Data entries
┌──
import { diagnosisPlace } from "~/features/injuries/diagnoses.server";
import { revisionPlace } from "~/features/injuries/overview.server";
import { type EarlierInjury, suggestSubsequence } from "~/features/injuries/subsequence";
import { injuries, injuryDiagnoses, injuryNotes, injuryRevisions } from "~db/schema";
import type { firstCare, referrals } from "~db/schema/codes";
import { momentAfter } from "../scenario/days";
import type { Injury } from "../scenario/types";
import { byKey, find, groupBy, insertRows, type Loading } from "./loading";

/** Minutes after the onset at which the athletic trainer wrote the record. */
const writtenAfter = 30;

export const writtenAt = ({ at }: Injury) => momentAfter(at.slice(0, 10), at.slice(11), writtenAfter);

/** How each injury relates to the athlete's earlier ones, as the feature suggests and the athletic trainer confirmed. */
export function relationsOf({ own, id }: Loading) {
  const athletes = byKey(own.athletes);
  const lostTime = new Set(own.availability.map(({ injury }) => injury));
  const kindOf = ({ area, side, diagnoses }: Injury) => ({
    bodyArea: area,
    side,
    pathology: diagnoses[0]?.pathology ?? null,
    // Decides a warning about the other knee, never the relation.
    acl: false,
  });
  const relations = new Map<string, { subsequence: string | null; to: string | null }>();
  for (const [athlete, list] of groupBy(own.injuries, (injury) => injury.athlete)) {
    const before = find(athletes, athlete).earlierInjuries.map(
      ({ area, side, pathology, year }): EarlierInjury => ({
        id: null,
        bodyArea: area,
        side,
        pathology,
        acl: false,
        onsetDay: null,
        returnDay: null,
        year,
      }),
    );
    const inHaleside = list.map((injury) => ({
      ...kindOf(injury),
      id: id("injury", injury.key),
      onsetDay: injury.at.slice(0, 10),
      returnDay: lostTime.has(injury.key) ? injury.fullOn : injury.closedOn,
      year: null,
    }));
    for (const injury of list) {
      const onsetDay = injury.at.slice(0, 10);
      const earlier = [...before, ...inHaleside.filter((other) => other.onsetDay < onsetDay)];
      relations.set(injury.key, suggestSubsequence({ ...kindOf(injury), onsetDay }, earlier));
    }
  }
  return relations;
}

type Version = { at: string; surgeryOn: string | null; closedOn: string | null };

/** A record is written after the onset and revised when the athlete is operated on and when it closes. */
export function versionsOf(injury: Injury): Version[] {
  const { surgeryOn, closedOn } = injury;
  const versions: Version[] = [{ at: writtenAt(injury), surgeryOn: null, closedOn: null }];
  if (surgeryOn) versions.push({ at: `${surgeryOn}T17:00`, surgeryOn, closedOn: null });
  if (closedOn) versions.push({ at: `${closedOn}T17:30`, surgeryOn, closedOn });
  return versions;
}

function firstCareOf({ couldContinue, suspectedConcussion, signs }: Injury): (typeof firstCare)[number][] {
  if (couldContinue) return [];
  return !suspectedConcussion && signs.includes("swelling")
    ? ["stopped_play", "ice", "compression"]
    : ["stopped_play"];
}

const emergencySigns: readonly string[] = ["deformity", "cold_pale_foot", "open_wound"];

function referredTo(injury: Injury, version: Version): (typeof referrals)[number][] {
  if (version.surgeryOn) return ["orthopaedics"];
  if (injury.signs.some((sign) => emergencySigns.includes(sign))) return ["emergency_department"];
  const isImaged = injury.diagnoses.some(({ certainty }) => certainty === "imaging");
  return injury.suspectedConcussion || isImaged ? ["physician"] : [];
}

/** Injuries with every revision of their records and the follow-up notes. */
export async function loadInjuries(loading: Loading) {
  const { tx, own, organisationId, id, person, at, on, seals } = loading;
  const relations = relationsOf(loading);
  const calls = new Map(
    own.notices.flatMap(({ injury, call }) => (call ? [[injury, call.words] as const] : [])),
  );
  await insertRows(
    tx,
    injuries,
    own.injuries.map((injury) => ({
      organisationId,
      id: id("injury", injury.key),
      athleteId: id("athlete", injury.athlete),
      createdBy: person(injury.loggedBy),
      createdAt: at(writtenAt(injury)),
      version: versionsOf(injury).length,
    })),
  );
  const revisions = own.injuries.flatMap((injury) =>
    versionsOf(injury).map((known, index) => ({ injury, known, version: index + 1 })),
  );
  await insertRows(
    tx,
    injuryRevisions,
    revisions.map(({ injury, known, version }) => {
      const injuryId = id("injury", injury.key);
      const [principal] = injury.diagnoses;
      const relation = relations.get(injury.key);
      return {
        organisationId,
        injuryId,
        version,
        recordedBy: person(injury.loggedBy),
        recordedAt: at(known.at),
        onsetDay: injury.at.slice(0, 10),
        onsetTime: injury.at.slice(11),
        sessionId: injury.session && id("session", injury.session),
        outsideSport: injury.outsideOrganisedSport,
        bodyArea: injury.area,
        side: injury.side,
        suspectedConcussion: injury.suspectedConcussion,
        couldContinue: injury.couldContinue,
        onset: injury.onset,
        contact: injury.contact,
        movement: injury.movement,
        minuteOfPlay: injury.minuteOfPlay,
        surface: injury.surface,
        warmedUp: injury.warmedUp === "unknown" ? null : injury.warmedUp === "yes",
        signs: injury.signs,
        firstCare: firstCareOf(injury),
        referredTo: referredTo(injury, known),
        phoned: seals.seal(revisionPlace("phoned", injuryId, version), calls.get(injury.key)),
        tissue: principal?.tissue ?? null,
        pathology: principal?.pathology ?? null,
        diagnosis: seals.seal(revisionPlace("diagnosis", injuryId, version), principal?.words),
        certainty: principal?.certainty ?? null,
        surgery: known.surgeryOn ? true : known.closedOn ? false : null,
        surgeryDay: known.surgeryOn,
        subsequence: relation?.subsequence ?? null,
        subsequentTo: relation?.to ?? null,
        closedOn: known.closedOn,
      };
    }),
  );
  await insertRows(
    tx,
    injuryDiagnoses,
    revisions.flatMap(({ injury, version }) =>
      injury.diagnoses.slice(1).map(({ tissue, pathology, words, certainty }, index) => {
        const injuryId = id("injury", injury.key);
        return {
          organisationId,
          injuryId,
          version,
          position: index + 1,
          tissue,
          pathology,
          diagnosis: seals.seal(diagnosisPlace(injuryId, version, index + 1), words),
          certainty,
        };
      }),
    ),
  );
  await insertRows(
    tx,
    injuryNotes,
    own.injuries.flatMap((injury) =>
      injury.followUps.map(({ on: day, by, note }, index) => {
        const row = id("injury note", `${injury.key} ${index}`);
        return {
          organisationId,
          id: row,
          injuryId: id("injury", injury.key),
          text: seals.sealRequired({ table: "injury_notes", column: "text", row, version: 1 }, note),
          writtenBy: person(by),
          writtenAt: on(day, "16:30"),
        };
      }),
    ),
  );
}
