import { describe, expect, it } from "vitest";
import { defaultFilters } from "~/features/rates/filters";
import { computeRates } from "~/features/rates/rates";
import { cell, counts, injury } from "./view";

/** Few injuries, in corners where nobody was exposed. */

const teams = [
  { id: "girls", name: "Girls", sport: "soccer", sex: "girls" },
  { id: "boys", name: "Boys", sport: "handball", sex: "boys" },
];
const cells = [cell({ teamId: "girls", sex: "female" }), cell({ teamId: "boys", sex: "male" })];

describe("injuries of athletes whose team has no exposure of their own sex", () => {
  const gradual = { onset: "gradual", sessionKind: null, sessionId: null, sessionState: null } as const;
  const view = counts({
    teams,
    cells,
    injuries: [
      injury({ ...gradual, id: "1", sex: "female", teamId: "boys" }),
      injury({ ...gradual, id: "2", sex: "male", teamId: "girls" }),
    ],
  });

  it("are compared without limits for teams, which have no event to rest on", () => {
    const { comparison } = computeRates(view, { ...defaultFilters, by: "sex" });
    expect(comparison?.ratio?.estimate).toBeCloseTo(1, 9);
    expect(comparison?.robust).toBeNull();
  });
});

describe("team-weeks that were reported on", () => {
  it("are those of the teams and sessions looked at", () => {
    const view = counts({ teams, cells, injuries: [injury({ teamId: "girls" })] });
    expect(computeRates(view, defaultFilters).reportedWeeks).toEqual({ reported: 1, all: 2 });
    const soccer = computeRates(view, { ...defaultFilters, sport: "soccer" });
    expect(soccer.reportedWeeks).toEqual({ reported: 1, all: 1 });
    const matches = computeRates(view, { ...defaultFilters, sessions: "match" });
    expect(matches.reportedWeeks).toEqual({ reported: 0, all: 0 });
  });
});
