import type postgres from "postgres";
import { foundOrganisation } from "~/features/accounts/founding.server";
import { clinicalRoles } from "~/features/accounts/permissions";
import { instantOf } from "~/platform/clock";
import { masterKey } from "~/platform/crypto/keys.server";
import { find, type OwnScenario } from "./loading";
import { demoOrganisationId } from "./state";

/**
 * Founds the organisation with its members, in one transaction of the maintenance role: what the operator's command
 * and the accepted invitations leave behind. The lead confirms the athletic trainers.
 */
export async function foundDemoOrganisation(
  client: postgres.Sql,
  own: OwnScenario,
  people: ReadonlyMap<string, string>,
) {
  const { key: slug, name, kind, timeZone } = own.organisation;
  const organisationId = demoOrganisationId(slug);
  const staff = own.memberships.map((membership) => {
    const person = own.people.find((each) => each.key === membership.person);
    if (!person) throw new RangeError(`The scenario has no person "${membership.person}".`);
    return { ...membership, details: person, personId: find(people, membership.person) };
  });
  const personOf = (role: string) => staff.find((each) => each.role === role);
  const trainer = personOf("trainer");
  const admin = personOf("admin")?.personId ?? null;
  const lead = personOf("lead")?.personId ?? null;
  const since = instantOf(timeZone, own.seasons[0]?.from ?? own.today, "09:00");
  const confirmedBy = ({ role, personId }: (typeof staff)[number]) =>
    clinicalRoles.includes(role) && personId !== lead ? lead : null;
  await client.begin(async (sql) => {
    await foundOrganisation(sql, masterKey(), {
      organisationId,
      slug,
      name,
      kind,
      timeZone,
      phone: trainer?.details.phone ?? "",
      phoneHours: "weekdays 9:00 to 17:00, and during sessions",
    });
    await sql`insert into memberships ${sql(
      staff.map(({ details, personId, teams }) => ({
        organisation_id: organisationId,
        person_id: personId,
        display_name: `${details.givenName} ${details.familyName}`,
        email: details.email,
        all_teams: teams === "all",
        created_at: since,
      })),
    )}`;
    await sql`insert into membership_roles ${sql(
      staff.map((each) => ({
        organisation_id: organisationId,
        person_id: each.personId,
        role: each.role,
        granted_by: each.personId === admin ? null : admin,
        granted_at: since,
        confirmed_by: confirmedBy(each),
        confirmed_at: clinicalRoles.includes(each.role) ? since : null,
      })),
    )}`;
  });
}
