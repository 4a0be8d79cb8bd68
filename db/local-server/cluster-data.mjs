import { appendFileSync, mkdirSync, renameSync, rmSync, writeFileSync } from "node:fs";
import { join } from "node:path";
import { handOver, must, writeOwned } from "./programs.mjs";
import { DATABASE, databaseStatements, roleStatements } from "./roles.mjs";

/**
 * Make the data folder aside and put it in place only when it is whole, so that a killed run leaves nothing that
 * looks like a cluster. Single-user mode sets it up before anybody can connect to it.
 *
 * @param {import("./binaries.mjs").Binaries} binaries
 * @param {string} home
 * @param {import("./secrets.mjs").Secrets} secrets
 * @param {boolean} lasting
 */
export async function makeData(binaries, home, secrets, lasting) {
  const aside = join(home, "data.new");
  rmSync(aside, { recursive: true, force: true });
  mkdirSync(aside, { mode: 0o700 });
  handOver(aside);
  const password = join(home, "password.new");
  writeFileSync(password, secrets.superuser, { mode: 0o600 });
  handOver(password);
  try {
    await must(binaries, "Making the local database", "initdb", [
      ...["-D", aside, "-U", "postgres", "-E", "UTF8", "--locale=C.UTF-8", `--pwfile=${password}`],
      ...["--auth-local=scram-sha-256", "--auth-host=scram-sha-256", ...(lasting ? [] : ["--no-sync"])],
    ]);
  } finally {
    rmSync(password, { force: true });
  }
  appendFileSync(join(aside, "postgresql.conf"), "\ninclude 'haleside.conf'\n");
  writeOwned(join(aside, "haleside.conf"), "");
  const fast = lasting ? [] : ["-c", "fsync=off"];
  for (const [database, statements] of /** @type {const} */ ([
    ["postgres", roleStatements(secrets)],
    [DATABASE, databaseStatements()],
  ])) {
    // In -j mode a statement ends with a semicolon and an empty line.
    const input = statements.map((statement) => `${statement};\n\n`).join("");
    const options = [
      "-c",
      "exit_on_error=on",
      "-c",
      "password_encryption=scram-sha-256",
      "-c",
      "log_statement=none",
    ];
    await must(
      binaries,
      "Setting up the local database",
      "postgres",
      ["--single", "-j", "-D", aside, ...options, ...fast, database],
      input,
    );
  }
  renameSync(aside, join(home, "data"));
}
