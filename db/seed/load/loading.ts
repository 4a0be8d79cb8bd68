import { getTableColumns, sql } from "drizzle-orm";
import type { PgTable } from "drizzle-orm/pg-core";
import { instantOf } from "~/platform/clock";
import { type Sealer, sealer } from "~/platform/crypto/keys.server";
import type { Tx } from "~db/client.server";
import type { Scenario } from "../scenario/types";
import { demoId } from "./ids";

/** The rows of one organisation, by the names that they have in the scenario. */
type OwnRows = {
  [Name in keyof Scenario as Scenario[Name] extends readonly { organisation: string }[]
    ? Name
    : never]: Scenario[Name];
};
export type OwnScenario = OwnRows & {
  organisation: Scenario["organisations"][number];
  people: Scenario["people"];
  today: string;
};

export function scenarioOf(scenario: Scenario, slug: string): OwnScenario {
  const organisation = scenario.organisations.find(({ key }) => key === slug);
  if (!organisation) throw new RangeError(`The scenario has no organisation "${slug}".`);
  const own = <Row extends { organisation: string }>(rows: readonly Row[]) =>
    rows.filter((row) => row.organisation === slug);
  return {
    organisation,
    people: scenario.people,
    today: scenario.today,
    memberships: own(scenario.memberships),
    seasons: own(scenario.seasons),
    teams: own(scenario.teams),
    venues: own(scenario.venues),
    athletes: own(scenario.athletes),
    guardians: own(scenario.guardians),
    guardianships: own(scenario.guardianships),
    roster: own(scenario.roster),
    sessions: own(scenario.sessions),
    participations: own(scenario.participations),
    warmUps: own(scenario.warmUps),
    injuries: own(scenario.injuries),
    availability: own(scenario.availability),
    coachReports: own(scenario.coachReports),
    encounters: own(scenario.encounters),
    notices: own(scenario.notices),
    confirmedWeeks: own(scenario.confirmedWeeks),
  };
}

/** What every part of the load needs: the open transaction and how keys become ids and moments instants. */
export type Loading = {
  tx: Tx;
  own: OwnScenario;
  organisationId: string;
  seals: Sealer;
  id: (kind: string, key: string) => string;
  /** The id of a person by their key in the scenario. */
  person: (key: string) => string;
  /** The instant of a local moment; one that has not come yet on the load's day becomes the present one. */
  at: (moment: string) => Date;
  /** The instant at a local time of a day, never later than now. */
  on: (day: string, time: string) => Date;
};

export async function openLoading(
  tx: Tx,
  own: OwnScenario,
  people: ReadonlyMap<string, string>,
): Promise<Loading> {
  const { organisationId, timeZone } = tx.scope;
  const now = new Date();
  // Each athlete's part of a session has the session's moment, and each row names its athlete: most are asked for often.
  const at = remember((moment: string) => {
    const instant = instantOf(timeZone, moment.slice(0, 10), moment.slice(11));
    return instant < now ? instant : now;
  });
  const ids = remember((kind: string) => remember((key: string) => demoId(own.organisation.key, kind, key)));
  return {
    tx,
    own,
    organisationId,
    seals: await sealer(tx),
    id: (kind, key) => ids(kind)(key),
    person: (key) => find(people, key),
    at,
    on: (day, time) => at(`${day}T${time}`),
  };
}

function remember<Value>(make: (key: string) => Value): (key: string) => Value {
  const known = new Map<string, Value>();
  return (key) => {
    const value = known.get(key) ?? make(key);
    known.set(key, value);
    return value;
  };
}

export function find<Value>(map: ReadonlyMap<string, Value>, key: string): Value {
  const value = map.get(key);
  if (value === undefined) throw new RangeError(`The scenario has no "${key}".`);
  return value;
}

export const byKey = <Row extends { key: string }>(rows: readonly Row[]) =>
  new Map(rows.map((row) => [row.key, row]));

export function groupBy<Row>(rows: readonly Row[], keyOf: (row: Row) => string): Map<string, Row[]> {
  const groups = new Map<string, Row[]>();
  for (const row of rows) {
    const group = groups.get(keyOf(row));
    if (group) group.push(row);
    else groups.set(keyOf(row), [row]);
  }
  return groups;
}

/** Bytes as PostgreSQL writes them; the rest as JSON has it. */
const forJson = (value: unknown) =>
  value instanceof Uint8Array ? `\\x${Buffer.from(value).toString("hex")}` : (value ?? null);

/** How many rows one statement takes: a few megabytes of text at most. */
const chunkSize = 5000;

/**
 * Inserts rows that all name the same columns, many with one parameter: a list of values would cost more to build, send
 * and parse than to store.
 */
export async function insertRows<Table extends PgTable>(
  tx: Tx,
  table: Table,
  rows: readonly Table["$inferInsert"][],
) {
  const [first] = rows;
  if (!first) return;
  const columns = Object.entries(getTableColumns(table)).filter(([key]) => key in first);
  const names = sql.join(
    columns.map(([, { name }]) => sql.identifier(name)),
    sql`, `,
  );
  for (let from = 0; from < rows.length; from += chunkSize) {
    const chunk = rows.slice(from, from + chunkSize).map((row) => {
      const values = new Map(Object.entries(row));
      return Object.fromEntries(columns.map(([key, { name }]) => [name, forJson(values.get(key))]));
    });
    await tx.execute(sql`insert into ${table} (${names})
      select ${names} from jsonb_populate_recordset(null::${table}, ${JSON.stringify(chunk)}::text::jsonb)`);
  }
}
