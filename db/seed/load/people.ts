import { inArray } from "drizzle-orm";
import { identity } from "~/features/accounts/identity.server";
import { account, user } from "~db/schema/auth";
import type { Membership, Person, Scenario } from "../scenario/types";
import { demoId } from "./ids";

/** Everybody's in the demo. It opens nothing but a database on this machine. */
export const demoPassword = "gorse-lantern-tide-47";

const nameOf = ({ givenName, familyName }: Person) => `${givenName} ${familyName}`;

/**
 * Makes the accounts of the demo's people, who count as verified. One hash serves all: hashing is slow on purpose.
 * An address that has an account keeps it.
 * @returns person ids by their keys in the scenario
 */
export async function ensurePeople(people: readonly Person[]): Promise<Map<string, string>> {
  const { auth, db } = identity();
  const context = await auth.$context;
  const emails = people.map(({ email }) => email);
  const findKnown = async () => {
    const rows = await db
      .select({ id: user.id, email: user.email })
      .from(user)
      .where(inArray(user.email, emails));
    return new Map(rows.map(({ id, email }) => [email, id]));
  };
  const known = await findKnown();
  const missing = people.filter(({ email }) => !known.has(email));
  if (missing.length > 0) {
    const password = await context.password.hash(demoPassword);
    const rows = missing.map((person) => ({ person, id: demoId("", "person", person.key) }));
    await db.transaction(async (tx) => {
      await tx.insert(user).values(
        rows.map(({ person, id }) => ({
          id,
          name: nameOf(person),
          email: person.email,
          emailVerified: true,
        })),
      );
      await tx.insert(account).values(
        rows.map(({ person, id }) => ({
          id: demoId("", "account", person.key),
          userId: id,
          accountId: id,
          providerId: "credential",
          password,
        })),
      );
    });
  }
  const ids = missing.length > 0 ? await findKnown() : known;
  return new Map(people.flatMap(({ key, email }) => [[key, ids.get(email) ?? ""] as const]));
}

export type DemoPerson = {
  role: Membership["role"];
  name: string;
  email: string;
  password: string;
  /** The organisation's name; of several, joined. */
  organisation: string;
};

/**
 * Whom to sign in as: one per role of the first organisation, the athletic trainer of the second, and one person who
 * works for both.
 */
export function listDemoPeople({ people, memberships, organisations }: Scenario): DemoPerson[] {
  const [club, school] = organisations;
  if (!club || !school) return [];
  const worksForBoth = (key: string) =>
    organisations.every(({ key: organisation }) =>
      memberships.some((each) => each.person === key && each.organisation === organisation),
    );
  const firstOf = (organisation: string, role: Membership["role"], both = false) =>
    memberships.find(
      (each) =>
        each.organisation === organisation && each.role === role && worksForBoth(each.person) === both,
    );
  const picked = [
    ...(["admin", "lead", "trainer", "coach"] as const).map((role) => firstOf(club.key, role)),
    firstOf(school.key, "trainer"),
    firstOf(club.key, "coach", true),
  ];
  return picked.flatMap((membership) => {
    const person = people.find(({ key }) => key === membership?.person);
    if (!membership || !person) return [];
    const names = organisations
      .filter(({ key }) =>
        memberships.some((each) => each.person === person.key && each.organisation === key),
      )
      .map(({ name }) => name);
    return [
      {
        role: membership.role,
        name: nameOf(person),
        email: person.email,
        password: demoPassword,
        organisation: names.join(" and "),
      },
    ];
  });
}
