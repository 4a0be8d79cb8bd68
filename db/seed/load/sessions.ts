import { noInjuryWeeks, participations, sessions } from "~db/schema";
import { addDays, momentAfter } from "../scenario/days";
import { staffOf } from "../scenario/organisations";
import type { Session } from "../scenario/types";
import { byKey, find, insertRows, type Loading } from "./loading";

/** When a session of the scenario was over, its local moment. */
export const endOf = ({ day, start, plannedMinutes, actualMinutes }: Session) =>
  momentAfter(day, start, actualMinutes ?? plannedMinutes);

/** Sessions are entered by season's plan, a fortnight before their day. */
const plannedAhead = 14;

const isOutdoor = ({ surface }: Session) => surface === "natural_grass" || surface === "artificial_turf";

function cancelReasonOf(session: Session) {
  if (session.status !== "cancelled") return null;
  const month = session.day.slice(5, 7);
  const isWinter = month === "12" || month === "01" || month === "02";
  return isOutdoor(session) && isWinter ? "The ground was not fit to play on" : "Too few players";
}

/** Sessions, who took part in them, and the weeks in which nobody was newly hurt. */
export async function loadSessions({ tx, own, organisationId, id, person, at, on }: Loading) {
  const coachOf = (team: string) => person(staffOf(own.memberships, own.organisation.key, team).coach);
  await insertRows(
    tx,
    sessions,
    own.sessions.map((session) => ({
      organisationId,
      id: id("session", session.key),
      teamId: id("team", session.team),
      day: session.day,
      startTime: session.start,
      kind: session.kind,
      state: session.status,
      plannedMinutes: session.plannedMinutes,
      actualMinutes: session.status === "abandoned" ? null : session.actualMinutes,
      abandonedAfter: session.status === "abandoned" ? session.actualMinutes : null,
      cancelReason: cancelReasonOf(session),
      surface: session.surface,
      venueId: session.venue && id("venue", session.venue),
      exposureGrade: session.grade,
      headcount: session.headcount,
      headcountMinutes: session.headcount === null ? null : session.actualMinutes,
      createdBy: coachOf(session.team),
      createdAt: on(addDays(session.day, -plannedAhead), "18:00"),
      updatedAt:
        session.status === "planned" ? on(addDays(session.day, -plannedAhead), "18:00") : at(endOf(session)),
    })),
  );
  const sessionsByKey = byKey(own.sessions);
  await insertRows(
    tx,
    participations,
    own.participations.map(({ session: key, athlete, presence, minutes }) => {
      const session = find(sessionsByKey, key);
      return {
        organisationId,
        sessionId: id("session", key),
        athleteId: id("athlete", athlete),
        presence,
        minutes,
        recordedBy: coachOf(session.team),
        recordedAt: at(endOf(session)),
      };
    }),
  );
  await insertRows(
    tx,
    noInjuryWeeks,
    own.confirmedWeeks.map(({ team, monday, by }) => ({
      organisationId,
      teamId: id("team", team),
      weekStart: monday,
      confirmedBy: person(by),
      confirmedAt: on(addDays(monday, 7), "09:00"),
    })),
  );
}
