import { reportPlace } from "~/features/injuries/coach-reports.queries.server";
import { bodyAreaWords } from "~/features/vocabulary";
import { coachReportOutcomes, coachReports, encounters } from "~db/schema";
import { addDays } from "../scenario/days";
import { byKey, find, insertRows, type Loading } from "./loading";

/** What coaches sent from the touchline and what became of it; who was seen without a new injury. */
export async function loadReports({ tx, own, organisationId, id, person, at, on, seals }: Loading) {
  const injuries = byKey(own.injuries);
  const guardians = byKey(own.guardians);
  await insertRows(
    tx,
    coachReports,
    own.coachReports.map((report) => {
      const row = id("coach report", report.key);
      const injury = report.injury === null ? undefined : find(injuries, report.injury);
      const guardian = report.phoned === null ? undefined : find(guardians, report.phoned);
      return {
        organisationId,
        id: row,
        athleteId: id("athlete", report.athlete),
        sessionId: id("session", report.session),
        onsetDay: report.at.slice(0, 10),
        onsetTime: (injury?.at ?? report.at).slice(11),
        bodyArea: report.area,
        side: injury?.side ?? "unknown",
        suspectedConcussion: injury?.suspectedConcussion ?? false,
        // A report that still waits changed nobody's availability, so play went on.
        couldContinue: injury?.couldContinue ?? true,
        signs: report.signs,
        phoned: seals.seal(
          reportPlace("phoned", row),
          guardian && `${guardian.givenName} ${guardian.familyName}`,
        ),
        reportedBy: person(report.by),
        reportedAt: at(report.at),
      };
    }),
  );
  await insertRows(
    tx,
    coachReportOutcomes,
    own.coachReports.flatMap((report) => {
      if (report.injury === null) return [];
      return [
        {
          organisationId,
          reportId: id("coach report", report.key),
          injuryId: id("injury", report.injury),
          decidedBy: person(find(injuries, report.injury).loggedBy),
          decidedAt: on(addDays(report.at.slice(0, 10), 1), "08:30"),
        },
      ];
    }),
  );
  await insertRows(
    tx,
    encounters,
    own.encounters.map(({ athlete, by, at: moment, kind, area }) => {
      const row = id("encounter", `${athlete} ${moment} ${kind}`);
      const place = { table: "encounters", column: "note", row, version: 1 };
      return {
        organisationId,
        id: row,
        athleteId: id("athlete", athlete),
        day: moment.slice(0, 10),
        kind,
        note: seals.seal(place, `${bodyAreaWords[area]}.`),
        recordedBy: person(by),
        recordedAt: at(moment),
      };
    }),
  );
}
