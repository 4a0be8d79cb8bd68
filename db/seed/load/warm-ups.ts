import { exercises, programmeAssignments, programmes, warmUpAthletes, warmUps } from "~db/schema";
import { staffOf } from "../scenario/organisations";
import { PROGRAMME } from "../scenario/programme";
import { byKey, find, groupBy, insertRows, type Loading } from "./loading";
import { endOf } from "./sessions";

const programmeVersion = 1;

/** The warm-up programme, which teams follow it from when, and what was recorded of each session's warm-up. */
export async function loadWarmUps(loading: Loading) {
  const { tx, own, organisationId, id, on } = loading;
  const programmeId = id("programme", PROGRAMME.key);
  const firstDay = own.teams.map(({ programmeFrom }) => programmeFrom).sort()[0] ?? own.today;
  await insertRows(tx, programmes, [
    { organisationId, id: programmeId, name: PROGRAMME.name, createdAt: on(firstDay, "09:00") },
  ]);
  await insertRows(
    tx,
    exercises,
    PROGRAMME.blocks
      .flatMap(({ block, exercises: list }) => list.map((exercise) => ({ ...exercise, block })))
      .map(({ block, name, dose, cue, progressions }, index) => ({
        organisationId,
        programmeId,
        programmeVersion,
        position: index + 1,
        block,
        name,
        dose,
        cue,
        progressions,
      })),
  );
  await insertRows(
    tx,
    programmeAssignments,
    own.teams.map(({ key, programmeFrom, weeklyTarget }) => ({
      organisationId,
      teamId: id("team", key),
      startsOn: programmeFrom,
      programmeId,
      programmeVersion,
      targetPerWeek: weeklyTarget,
      targetMinutes: PROGRAMME.targetMinutes,
    })),
  );
  await loadRecords(loading, programmeId);
}

async function loadRecords({ tx, own, organisationId, id, person, at }: Loading, programmeId: string) {
  const sessionsByKey = byKey(own.sessions);
  const peopleByKey = byKey(own.people);
  const nameOf = (key: string) => {
    const { givenName, familyName } = find(peopleByKey, key);
    return `${givenName} ${familyName}`;
  };
  await insertRows(
    tx,
    warmUps,
    own.warmUps.map((record) => {
      const session = find(sessionsByKey, record.session);
      const skipped = record.outcome === "skipped";
      return {
        organisationId,
        sessionId: id("session", record.session),
        outcome: record.outcome,
        blocks: record.blocks,
        skipReason: record.skipReason,
        minutes: skipped ? null : record.minutes,
        ledBy: record.ledBy && nameOf(record.ledBy),
        programmeId,
        programmeVersion,
        recordedBy: person(staffOf(own.memberships, own.organisation.key, session.team).coach),
        recordedAt: at(endOf(session)),
      };
    }),
  );
  const tookPart = groupBy(
    own.participations.filter(({ presence }) => presence === "took_part"),
    ({ session }) => session,
  );
  await insertRows(
    tx,
    warmUpAthletes,
    own.warmUps
      .filter(({ outcome }) => outcome !== "skipped")
      .flatMap(({ session, notWarmedUp }) =>
        (tookPart.get(session) ?? [])
          .filter(({ athlete }) => !notWarmedUp.includes(athlete))
          .map(({ athlete }) => ({
            organisationId,
            sessionId: id("session", session),
            athleteId: id("athlete", athlete),
          })),
      ),
  );
}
└──
Report how many lines in the data contain the word "programmeVersion", with no words besides the number.

TASK RESULT - 4